50-cm Maksutov telescope (МТМ-500)


Primary mirror diameter0.5 m
Focal length6.5 m
Optical systemsMaksutov (f/13)
EquipmentCCD-camera in the coude focus
Coordinates44°43′35″ N;  34°00′55″ E


CCD-camera Apogee Alta U6


SensorKodak KAF1001E
Focusing device2″ Optec TCF-S Focuser
Filter wheelApogee FW50-9R with UBVRI filters
Frame size1024×1024 pixels, 12′.2×12′.2
Pixel size25 μm, 0″.71/pixel
Readnoise6.0 e-
Well Depth97000 e-
Dynamic resolution16 bits
CoolingDelta - 50°C. Operating temperature: -20°C
Achieving magnitude with a total exposure of 5 min (by summing 5 frames with 60-second exposure each one)17m.5 (R band)

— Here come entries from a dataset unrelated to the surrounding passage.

"""Integrity tests of membranes: bubble point, pressure decay, breach flow, and the log removal verified."""

from __future__ import annotations

import inspect
from collections.abc import Callable
from dataclasses import replace

import numpy as np

from ..declaration import Column, Fitted, Number, Rule, worksheet_function
from ..errors import NoResult
from ..quantities import quantity
from .water import (
    R1_76,
    ROOM_TEMPERATURE,
    SR6_08,
    WATER_SURFACE_TENSION_20,
    water_density,
    water_surface_tension,
    water_viscosity,
)

NOTICE = ("direct integrity results and removal credit are set by the local regulator and by licensed "
          "practice; this is a calculation aid")

#: The same for the one line that a function wizard shows.
IN_SHORT = "A calculation aid: the regulator and licensed practice decide."

EPA = "EPA 815-R-06-009, Membrane Filtration Guidance Manual (2005)"
F316 = "ASTM F316, Pore Size Characteristics of Membrane Filters by Bubble Point and Mean Flow Pore Test"
CRANE = "Crane Technical Paper 410, Flow of Fluids through Valves, Fittings, and Pipe"
AIR = ("viscosity of air: Sutherland's law with 110.4 K (U.S. Standard Atmosphere, 1976) through 18.205 "
       "µPa·s at 20 °C (Lemmon & Jacobsen, Int. J. Thermophys. 25 (2004) 21)")


def _integrity_function(*, remarks: tuple[Rule, ...] = (), **declaration) -> Callable:
    """Declare a function of this topic: its notes and UF_WHY carry the notice."""

    def register(function: Callable) -> Callable:
        summary, _, notes = inspect.cleandoc(function.__doc__).partition("\n")
        function.__doc__ = f"{summary} {IN_SHORT}\n{notes}\n\n{NOTICE[0].upper()}{NOTICE[1:]}."
        return worksheet_function(remarks=[*remarks, Rule(lambda: True, NOTICE)], **declaration)(function)

    return register


# --- bubble point ----------------------------------------------------------------------------------------

RIGHT_ANGLE = 0.5 * np.pi * (1 - 1e-12)
NOT_WETTED = Rule(lambda contact_angle: contact_angle >= RIGHT_ANGLE,
                  "{contact_angle} is not below 90 deg: the membrane is not wetted, no pressure is needed")
WATER_TENSION = {"surface_tension": "water 20 °C"}


def _at_20(text: str) -> tuple[Rule, ...]:
    return (Rule(lambda surface_tension: surface_tension == WATER_SURFACE_TENSION_20,
                 f"surface tension of water at 20 °C; {text}"),)


def _capillary(surface_tension: Number, contact_angle: Number, shape_factor: Number) -> Number:
    """4 κ σ cos θ; NaN where the liquid does not wet."""
    wetting = np.where(contact_angle < RIGHT_ANGLE, np.cos(contact_angle), np.nan)[()]
    return 4.0 * shape_factor * surface_tension * wetting


@_integrity_function(
    result="bubble_point",
    equation="p_b = 4 κ σ cos θ/d",
    source=f"Young–Laplace (Cantor) equation; {F316}; {EPA}",
    default_texts=WATER_TENSION,
    refuses=[NOT_WETTED],
    remarks=_at_20("colder water needs more pressure"),
)
def bubble_point(
    defect_diameter: Number,
    surface_tension: Number = WATER_SURFACE_TENSION_20,
    contact_angle: Number = 0.0,
    shape_factor: Number = 1.0,
) -> Number:
    """Pressure at which air begins to pass a wetted defect of given diameter.

    Difference between the air and the water behind the defect. A contact angle of 0 and a shape factor of 1
    give the highest pressure; smaller values need proof for the membrane. Cold water has the higher surface
    tension: test_pressure takes it at the temperature.
    """
    return _capillary(surface_tension, contact_angle, shape_factor) / defect_diameter


@_integrity_function(
    result="defect_diameter",
    equation="d = 4 κ σ cos θ/p_b",
    source=f"Young–Laplace (Cantor) equation; {F316}; {EPA}",
    default_texts=WATER_TENSION,
    refuses=[NOT_WETTED],
    remarks=_at_20("in colder water the defect is larger"),
)
def defect_diameter(
    bubble_point: Number,
    surface_tension: Number = WATER_SURFACE_TENSION_20,
    contact_angle: Number = 0.0,
    shape_factor: Number = 1.0,
) -> Number:
    """Diameter of the smallest defect that passes air at a pressure; the inverse of bubble_point.

    The pressure is the difference between the air and the water behind the defect: test pressure less back
    pressure. A contact angle of 0 and a shape factor of 1 give the largest diameter, the coarsest
    resolution.
    """
    return _capillary(surface_tension, contact_angle, shape_factor) / bubble_point


FINEST_REQUIRED = 3e-6  # m, for Cryptosporidium


@_integrity_function(
    result="test_pressure",
    equation="p_test = 4 κ σ(T) cos θ/d + p_back",
    source=f"{EPA}, equation 4.1; resolution: 40 CFR 141.719(b)(3)(ii); surface tension: {R1_76}",
    arguments={"temperature": replace(quantity("temperature"), low=0, high=100,
                                      meaning="Lowest temperature of the water"),
               "back_pressure": "Highest pressure against the air in the test, static head included, gauge"},
    refuses=[NOT_WETTED],
    cautions=[Rule(lambda resolution: resolution > FINEST_REQUIRED * (1 + 1e-9),
                   "{resolution} is coarser than the 3 µm of 40 CFR 141.719(b)(3)(ii) for Cryptosporidium")],
)
def test_pressure(
    resolution: Number,
    temperature: Number,
    back_pressure: Number,
    contact_angle: Number = 0.0,
    shape_factor: Number = 1.0,
) -> Number:
    """Lowest test pressure that makes a defect of the wanted resolution pass air.

    Gauge. To hold during the whole test, at its end too; membrane makers limit it from above. A contact
    angle of 0 and a shape factor of 1 give the highest pressure; smaller values need proof for the
    membrane.
    """
    surface_tension = water_surface_tension(temperature)
    return bubble_point(resolution, surface_tension, contact_angle, shape_factor) + back_pressure


# --- pressure decay --------------------------------------------------------------------------------------


def _air_viscosity(temperature: Number) -> Number:
    """Dynamic viscosity of air near atmospheric pressure, by Sutherland's law."""
    return 18.205e-6 * (temperature / 293.15) ** 1.5 * (293.15 + 110.4) / (temperature + 110.4)


PSI = 6894.757293168  # Pa
SONIC_DROP = 0.55  # Δp/p_1 at which air in the shortest path of Crane's charts reaches the speed of sound


def _laminar(temperature, transmembrane_pressure, inlet, outlet, atmospheric_pressure):
    """Hagen–Poiseuille for both fluids; the air expands isothermally and counts at atmospheric pressure."""
    driving = (inlet**2 - outlet**2) / (2.0 * atmospheric_pressure)
    return water_viscosity(temperature) / _air_viscosity(temperature) * driving / transmembrane_pressure


def _turbulent(temperature, transmembrane_pressure, inlet, outlet, expansion_factor):
    """Darcy's equation for both fluids with one loss coefficient: Y (ρ_w ρ_1 Δp/TMP)^½/ρ_std.

    ρ_1 is the density of air at the inlet pressure, ρ_std that at 14.7 psia and 60 °F. Written with the
    manual's rounded numbers: 170, where the constants make 169.8, and 460 °F for the zero of temperature.
    """
    rankine = 1.8 * temperature + 0.33  # 460 + t/°F
    driving = (inlet - outlet) / transmembrane_pressure * inlet / PSI
    return 170.0 * expansion_factor * (driving / rankine) ** 0.5


@_integrity_function(
    result="air_liquid_ratio",
    equation="p_1 = p_test + p_atm, p_2 = p_back + p_atm; laminar: (µ_w/µ_air)(p_1² − p_2²)/(2 p_atm Δp_tm); "
             "turbulent: 170 Y [(p_test − p_back) p_1/((460 + t) Δp_tm)]^½ in psi and °F",
    source=f"laminar: Hagen–Poiseuille, water: {SR6_08}, {AIR}; turbulent: {EPA}, Appendix C (not checked "
           f"against the print; 169.8 follows from Darcy's equation); Y: charts of {CRANE}",
    choices={"regime": ("laminar", "turbulent")},
    names={"regime": "Regime of the flow of air through the breach"},
    arguments={"transmembrane_pressure": replace(quantity("transmembrane_pressure"), low=1e-3,
                                                 meaning="Highest transmembrane pressure in operation"),
               "temperature": replace(quantity("temperature"), low=0, high=100,
                                      meaning="Temperature of water and air")},
    default_texts={"expansion_factor": "none; needed for turbulent"},
    refuses=[
        Rule(lambda regime, expansion_factor: regime == "turbulent" and expansion_factor is None,
             "the turbulent regime needs expansion_factor, Y of compressible flow; none is assumed"),
        Rule(lambda test_pressure, back_pressure: test_pressure <= back_pressure,
             "{test_pressure} does not exceed {back_pressure}: no air flows"),
    ],
    cautions=[
        Rule(lambda regime, test_pressure, back_pressure, atmospheric_pressure: regime == "turbulent"
             and test_pressure - back_pressure > SONIC_DROP * (test_pressure + atmospheric_pressure),
             "the air may flow at the speed of sound, which limits pressure difference and Y"),
        Rule(lambda regime, back_pressure: regime == "laminar" and back_pressure > 0,
             "with a back pressure some guidance divides by p_back + p_atm, not p_atm, and gets a lower "
             "ratio; ask the regulator"),
    ],
    remarks=(
        Rule(lambda regime: regime == "laminar", "laminar can be several times turbulent: state its ground"),
        Rule(lambda regime, expansion_factor: regime == "laminar" and expansion_factor is not None,
             "expansion_factor is not used"),
    ),
    dimensional="viscosities and the constants of the manual in their own units",
)
def air_liquid_ratio(
    test_pressure: Number,
    back_pressure: Number,
    transmembrane_pressure: Number,
    temperature: Number,
    atmospheric_pressure: Number,
    regime: str,
    expansion_factor: Number | None = None,
) -> Number:
    """Air–liquid conversion ratio: air flow in the test over water flow in operation, through one breach.

    A high ratio gives a high log removal. The laminar form can give several times the turbulent one: the
    regime is for the user to prove, from the size of the breach that the resolution names and the Reynolds
    number in it; turbulent is the cautious choice. A higher transmembrane pressure or temperature lowers
    the ratio. Gauge pressures but for the atmospheric one. The laminar air flow counts at atmospheric
    pressure, as log_removal_decay takes it; the turbulent one at 14.7 psia and 60 °F, which is on the safe
    side at high places.
    """
    inlet, outlet = test_pressure + atmospheric_pressure, back_pressure + atmospheric_pressure
    inlet = np.where(inlet > outlet, inlet, np.nan)[()]
    if regime == "laminar":
        return _laminar(temperature, transmembrane_pressure, inlet, outlet, atmospheric_pressure)
    factor = np.nan if expansion_factor is None else expansion_factor
    return _turbulent(temperature, transmembrane_pressure, inlet, outlet, factor)
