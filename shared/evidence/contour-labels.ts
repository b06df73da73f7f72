import { millimetresFromMetres } from '../units/millimetres-from-metres.ts';
import { cornersOnBuildings, type Outline } from './building-outlines.ts';
import type { Measure, Rectangle, Spot } from './marks.ts';
import type { Wanted } from './place-labels.ts';
import { spotsAlong } from './spots-along.ts';
import { stretchesIn } from './stretches-in.ts';

/**
 * The size of the figures on contours.
 *
 * Units: points of print. Valid: a constant. Source: [own].
 */
export const CONTOUR_SIZE = 7;

/** A contour is labelled once in so many mm of it. */
const EVERY = 130;

/**
 * What a contour says, and a place of it.
 *
 * Units: mm. Valid: on the sheet. Source: [own].
 */
export type ContourLabel = { readonly words: string; readonly at: Spot };

/** The place of a label that is wanted at a distance along a stretch. */
function placeAt(
  stretch: readonly Spot[],
  spots: ReturnType<typeof spotsAlong>,
  wanted: number,
): Spot {
  const nearest = spots.reduce<(typeof spots)[number] | undefined>(
    (best, spot) =>
      best === undefined || Math.abs(spot.distance - wanted) < Math.abs(best.distance - wanted)
        ? spot
        : best,
    undefined,
  );
  return nearest?.box.middle ?? stretch[Math.floor(stretch.length / 2)] ?? [0, 0];
}

type Drawn = {
  readonly window: Rectangle;
  readonly measure: Measure;
  /** Outlines of the buildings that labels keep clear of, on paper. */
  readonly outlines: readonly Outline[];
};

/**
 * The labels that contours want: one on every stretch of each, more on a long one, clear of buildings where
 * there is such a place.
 *
 * Units: levels m, lines mm. Valid: contours on paper. Source: [own].
 */
export function contourLabels(
  contours: readonly { readonly level: number; readonly line: readonly Spot[] }[],
  { window, measure, outlines }: Drawn,
): Wanted<ContourLabel>[] {
  const under = cornersOnBuildings(outlines);
  return contours.flatMap(({ level, line }) => {
    const words = `${millimetresFromMetres(level)} mm`;
    const size = { wide: measure(words, CONTOUR_SIZE, false) + 1.6, tall: 3 };
    return stretchesIn(window, line).flatMap((stretch): Wanted<ContourLabel>[] => {
      const spots = spotsAlong(stretch, size);
      const last = spots.at(-1)?.distance ?? 0;
      const count = Math.max(1, Math.round(last / EVERY));
      return Array.from({ length: count }, (_, k) => {
        const middle = ((k + 0.5) / count) * last;
        const own = spots.filter(({ distance }) => Math.abs(distance - middle) <= last / count / 2);
        const ranked = own.map(({ box, distance }) => ({
          box,
          rank: under(box) * 1000 + Math.abs(distance - middle),
        }));
        ranked.sort((a, b) => a.rank - b.rank);
        return {
          what: { words, at: placeAt(stretch, spots, middle) },
          spots: ranked.map(({ box }) => box),
        };
      });
    });
  });
}
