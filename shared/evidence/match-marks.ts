import { chainageWords } from '../presentation/chainage-words.ts';
import type { GroundFrame } from './ground-frame.ts';
import { wordsIn } from './label-marks.ts';
import type { LineOnGround } from './line-on-ground.ts';
import { lineMark, type Mark, type Rectangle, type Spot } from './marks.ts';
import type { MatchLine } from './planned-sheets.ts';
import { stretchesIn } from './stretches-in.ts';

const SIZE = 7.5;

/** From side to side of a window through a place, across a direction. */
function across({ window }: { readonly window: Rectangle }, [x, y]: Spot, [c, s]: Spot): Spot[] {
  const far = window.right - window.left + window.bottom - window.top;
  const [stretch = []] = stretchesIn(window, [[x - s * far, y + c * far], [x + s * far, y - c * far]]); // prettier-ignore
  return stretch;
}

/**
 * Where a sheet of a series hands over to the next: a line across the drawn line, with the sheet to turn to.
 *
 * Units: mm. Valid: the match lines of that frame. Source: [own].
 */
export function matchMarks(
  frame: GroundFrame,
  line: LineOnGround,
  matches: readonly MatchLine[],
): Mark[] {
  return matches.flatMap(({ chainage, sheet, isAhead }): Mark[] => {
    const [e, n] = line.pointAt(chainage);
    const [dx, dy] = line.directionAt(chainage);
    const [at, ahead] = [frame.place([e, n]), frame.place([e + dx, n + dy])];
    const scale = 1000 / frame.denominator;
    const along: Spot = [(ahead[0] - at[0]) / scale, (ahead[1] - at[1]) / scale];
    const cut = across(frame, at, along);
    const [start, end] = [cut[0], cut.at(-1)];
    if (start === undefined || end === undefined) return [];
    // up the sheet, beside the cut, on the side that goes on
    const top = start[1] < end[1] ? start : end;
    const side = isAhead ? 1 : -1;
    const up: Spot = along[0] >= 0 ? [along[1], -along[0]] : [-along[1], along[0]];
    const middle: Spot = [
      top[0] - up[0] * 42 + side * along[0] * 2.6,
      top[1] - up[1] * 42 + side * along[1] * 2.6,
    ];
    const words = `Match line ${chainageWords(chainage)}, see sheet ${sheet}`;
    const box = { middle, halfWide: 0, halfTall: 0, along: up };
    return [
      lineMark(cut, { ink: 'ink', width: 0.5, dash: [6, 1.5, 1.5, 1.5] }),
      wordsIn(box, words, { size: SIZE, isStrong: true }),
    ];
  });
}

50-cm Maksutov telescope MTM-500 was built at the Leningrad Optical and Mechanical Association (LOMO) in 1950. A high-sensitive television equipment was mounted at the coude focus in 1963. In 1964 A.N. Abramenko et al. recorded stars up to magnitude 20 over the 4-second exposition and this was a record at that time. The operative variation in modes of the TV equipment during the observations allowed V.V. Prokofjeva and V.P. Yepishev (1969) to acquire the entire light curve of the eclipsing variable star 442 Cas with an amplitude of more than 3.5 magnitude. A.N. Abramenko designed an electronic device for very short exposures. Photographs of the pulsar in the Crab Nebula with 2-ms exposures in 16 phases at the pulsation period equal to 32 ms were taken in 1970. During three oppositions of Mars about 100000 photographs of the planet in 4 and 10 spectral bands were taken, what made it possible to observe Martian clouds. In 1971 A.N. Abramenko and M.N. Naugolnaya were pioneers in observations of the beginning of the massive dust storm on Mars. The analysis of all TV observations of Mars allowed V.V. Prokofjeva to understand the authentic nature of the phenomenon of 'blue cleaning' on Mars and suggest the hypothesis about increasing dust in the Martian atmosphere. The whole experience has been summed up in the monograph "Television astronomy", edited by V.B. Nikonov.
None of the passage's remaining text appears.